Thanks for the suggestion, I'll definitely check out this pillow.

------
neonate
[http://archive.is/3JXLJ](http://archive.is/3JXLJ)

------
DenisM
Another thing that helps with anxiety is the psychiatry and psychotherapy
combo. It helps with sleep as well, consequently.

If you haven’t tried it yet you stand a great chance of significant
improvement, both from medication and therapy. The key to getting good help is
a) convincing the doctor you need help and b) convincing yourself you need
help.

The doctor part is simple - you need to demonstrate tangible effect on quality
of life. Does your condition make you late or no-show for work? Avoid social
situation? Something tangible, not just “I’m so anxious all the time”. It also
helps to keep a sleep journal, it can used as evidence of QOL impact if you
sleep 4 hours per night.

Convincing the patient who is not already convinced is near-impossible using
standard rhetoric. The only thing I know to work is peer pressure - unearth
three friends who already went through the therapy and the frightened mind of
the sufferer might follow the herd. Which is why it’s important to talk about
it.

------
johnchristopher
Anecdotal: I love getting under the blanket but for some reasons I had to
learn to sleep without one last year and it took a week for sleep to come in
less than 5 minutes (as per my usual habit). Even though I am using blanket
again I now can easily fall asleep when it's hot or if I don't have one.

------
amelius
Could it also help with bruxism?

EDIT: Unrelated but, wow, there's even a book about weighted blankets:
[https://www.amazon.com/Weighted-Blanket-Guide-Everything-
Con...](https://www.amazon.com/Weighted-Blanket-Guide-Everything-
Conditions/dp/1849057184)

------
winrid
I know I feel better when I have things around me in bed. A bunch of boxes? Oh
yeah, time to sleep.

------
JustSomeNobody
Foster parents have used these for quite some time to help with anxiety in
children. Also used frequently are lycra sleeves they can wrap around
themselves to kinda of hug themselves tight. These don't work for all
children; some have tactile anxieties and these make that worse.

------
ladyattis
Just anecdotally I've noticed whenever I have trouble sleeping I wind up
putting a pillow on my chest or otherwise build up something that leans on my
body. I don't know why it makes me feel safer maybe it's just the animal
instinct to hide from possible predators?

------
bradlys
My significant other deals with some insomnia and anxiety, we think it's been
helpful. Mind you, not a cure-all but she likes the blanket.

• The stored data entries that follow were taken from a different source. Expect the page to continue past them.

"""The default first guess of a basin's state, for a cold start without recent samples.

One source for the concentrations a new ensemble is spread about when
nothing better is known: the service starts from them (replacing each with
the median of recent samples where there are some), and
:func:`assimilation.filter_cycle.initial_checkpoint` uses them when it is
given no initial state. The values are mid-range for a mesotrophic lake
early in the season (common practice); the filter corrects them within
days of data.
"""
from __future__ import annotations

from dataclasses import dataclass

import numpy as np

from assimilation.spec import ModelSpec, StateLayout


@dataclass(frozen=True)
class FirstGuess:
    """First-guess concentrations of one basin [µg/L].

    nitrogen_ugL: dissolved inorganic nitrogen as N; phosphorus_ugL: soluble
    reactive phosphorus as P; other_chlorophyll_ugL: chlorophyll-a of all
    groups that are not cyanobacteria together; cyanobacteria_chlorophyll_ugL:
    chlorophyll-a of the cyanobacteria; detrital_phosphorus_ugL: detrital
    (organic, non-living) P, of the order of a mesotrophic lake's total P
    less its SRP and algal P (common practice); detrital_nitrogen_ugL:
    detrital N, the same at the Redfield N:P of the algae it came from
    (:func:`detrital_nitrogen_from_phosphorus`).
    """

    nitrogen_ugL: float = 300.0
    phosphorus_ugL: float = 8.0
    other_chlorophyll_ugL: float = 2.0
    cyanobacteria_chlorophyll_ugL: float = 0.3
    detrital_phosphorus_ugL: float = 5.0
    detrital_nitrogen_ugL: float = 36.0

    def __post_init__(self):
        for key in ("nitrogen_ugL", "phosphorus_ugL", "other_chlorophyll_ugL", "cyanobacteria_chlorophyll_ugL",
                    "detrital_phosphorus_ugL", "detrital_nitrogen_ugL"):
            value = getattr(self, key)
            if not (np.isfinite(value) and value >= 0):
                raise ValueError(f"FirstGuess.{key} must be a finite concentration >= 0 µg/L, got {value!r}")

    def state(self, spec: ModelSpec) -> np.ndarray:
        """The same first guess in every basin of ``spec``, (n_state,) [µg/L].

        The cyanobacteria chlorophyll is shared equally among the groups
        flagged ``is_cyanobacteria``, the other chlorophyll among the rest;
        when the spec has no group of one kind, its share goes to the other
        kind, so the total chlorophyll-a is kept.
        """
        cyano = np.array([g.is_cyanobacteria for g in spec.groups])
        total = self.other_chlorophyll_ugL + self.cyanobacteria_chlorophyll_ugL
        if cyano.all() or not cyano.any():
            per_group = np.full(spec.n_groups, total / spec.n_groups)
        else:
            per_group = np.where(cyano, self.cyanobacteria_chlorophyll_ugL / cyano.sum(),
                                 self.other_chlorophyll_ugL / (~cyano).sum())
        B = spec.n_basins
        return StateLayout(spec).pack(np.full(B, self.nitrogen_ugL), np.full(B, self.phosphorus_ugL),
                                      np.broadcast_to(per_group, (B, spec.n_groups)),
                                      np.full(B, self.detrital_nitrogen_ugL), np.full(B, self.detrital_phosphorus_ugL))


def detrital_phosphorus_from_total(total_phosphorus_ugL, srp_ugL, chlorophyll_ugL, spec: ModelSpec,
                                   floor_ugL: float = 0.1):
    """Detrital P implied by a total-P sample: TP − SRP − a_P·chlorophyll-a [µg P/L].

    total_phosphorus_ugL, srp_ugL, chlorophyll_ugL [µg/L] (arrays
    broadcast); a_P the spec's phosphorus_to_chlorophyll. The sum of the
    pools is what a TP sample sees (:mod:`assimilation.observe`), so this is
    the detrital P that makes the first guess agree with it; at least
    ``floor_ugL`` when SRP and algal P already account for the sample.
    """
    rest = (np.asarray(total_phosphorus_ugL, dtype=float) - np.asarray(srp_ugL, dtype=float)
            - spec.phosphorus_to_chlorophyll * np.asarray(chlorophyll_ugL, dtype=float))
    return np.maximum(rest, floor_ugL)


def detrital_nitrogen_from_phosphorus(detrital_phosphorus_ugL, spec: ModelSpec):
    """Detrital N at the N:P of the algae (the spec's nitrogen_to_chlorophyll /
    phosphorus_to_chlorophyll, Redfield by default) [µg N/L]."""
    return np.asarray(detrital_phosphorus_ugL, dtype=float) * (spec.nitrogen_to_chlorophyll
                                                                / spec.phosphorus_to_chlorophyll)


#: The first guess the service and the filter use unless told otherwise.
DEFAULT_FIRST_GUESS = FirstGuess()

We got a bearaby. Ridiculously expensive ($300) but it seems to be enjoyable
for her. I look forward to that one coming down in price. I justified it as a
really expensive throw if it didn't work out.

Personally, I can't sleep with it. I move a lot and the weight of it has lead
me to feeling a lot of pain in my joints when I wake up. (pressure on my
shoulders from sleeping on my side with it, knees and feet hurting from being
compressed down when laying on my back)

------
sand500
I grew covering myself with two comforters just for the weight. Switched
recently to a cooling weighted blanket and I no longer need a fan and AC all
the way down to keep me cool. Still keep the fan for white noise tho.

------
evo_9
Another approach - non-THC based CBD's. I started taking this most nights and
it works incredibly well. I'm not typically anxiety prone, but having just
gone through a very stressful period (started a new job a month ago, opened a
commercial store with my wife 3 weeks ago), it's worked really well. Sleeping
really well, waking up refreshed and seems to take the edge off the day too. I
was skeptical it could do much about sleep or anxiety issues but in my case,
it's worked very well.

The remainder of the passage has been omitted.